ACTION ITEM:
Determine how many lines in the entries below include the word "applyCase", and reply with that number alone.

MATERIAL PROVIDED:
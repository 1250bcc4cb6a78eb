// A study validates its network once and solves each case without validating again. Each case's
// result must equal a full solveNetwork of the same case (validation included), and a case that
// validation would refuse must still be refused with validation's own words.
import { describe, expect, it } from "vitest";
import { solveNetwork, validateNetwork, type Network, type NetworkInput } from "#solver/index.ts";
import { applyCase, operatingCases, solveCase } from "#solver/study/index.ts";
import { fixtureDocument, tarnWithCases, twinTransformers } from "./networks.ts";

function validated(doc: NetworkInput): Network {
  const checked = validateNetwork(doc);
  if (!checked.ok) throw new Error(checked.issues.map((i) => `${i.path}: ${i.message}`).join("; "));
  return checked.network;
}

describe("cases solved without validating again", () => {
  it("give what solveNetwork gives for the same case, on every fixture, every case and every single outage", () => {
    const files = ["tarn-head-calder-flats.json", "ring-brackenwold.json", "hollin-moor-solar.json", "parallel-ashgill.json", "overloaded-fellbeck.json"];
    let compared = 0;
    for (const file of files) {
      const network = validated(fixtureDocument(file));
      for (const c of operatingCases(network)) {
        const outages = [undefined, ...network.lines.map((l) => l.id), ...network.transformers.map((t) => t.id)];
        for (const out of outages) {
          const adjustment = out ? { outOfService: [out] } : {};
          const applied = applyCase(network, c, adjustment);
          if (!applied.document) continue;
          const plain = solveNetwork(JSON.parse(JSON.stringify(applied.document)));
          if (!plain.ok) throw new Error(`${file} ${c.id} ${out}: ${plain.issues[0].message}`);
          expect(solveCase(network, c, adjustment).result, `${file} ${c.id} ${out ?? "intact"}`).toEqual(plain.result);
          compared++;
        }
      }
    }
    expect(compared).toBeGreaterThan(20);
  });

  it("refuse a case whose loads grow past the schema's bound, in validation's words", () => {
    const network = validated({ ...twinTransformers(2000), cases: [{ id: "x100", name: "A hundred times", loadScale: 100 }] });
    const solved = solveCase(network, network.cases![0]);
    expect(solved.result.loadFlow.converged).toBe(false);
    expect(solved.result.loadFlow.message).toContain("loads[0].pMW: must be at most 100000 MW");
  });

  it("refuse a case that leaves a regulating transformer's controlled bus de-energised, in validation's words", () => {
    const doc = tarnWithCases([{ id: "town-off", name: "Town feeder out", outOfService: ["l-town"] }]);
    const calder = doc.transformers!.find((t) => t.id === "t-calder")!;
    calder.tapControl = { ...calder.tapControl!, bus: "b-town" };
    const network = validated(doc);
    const solved = solveCase(network, network.cases![0]);
    expect(solved.result.loadFlow.message).toContain('regulates bus "b-town", which does not exist');
  });
});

TASK RESULT:
2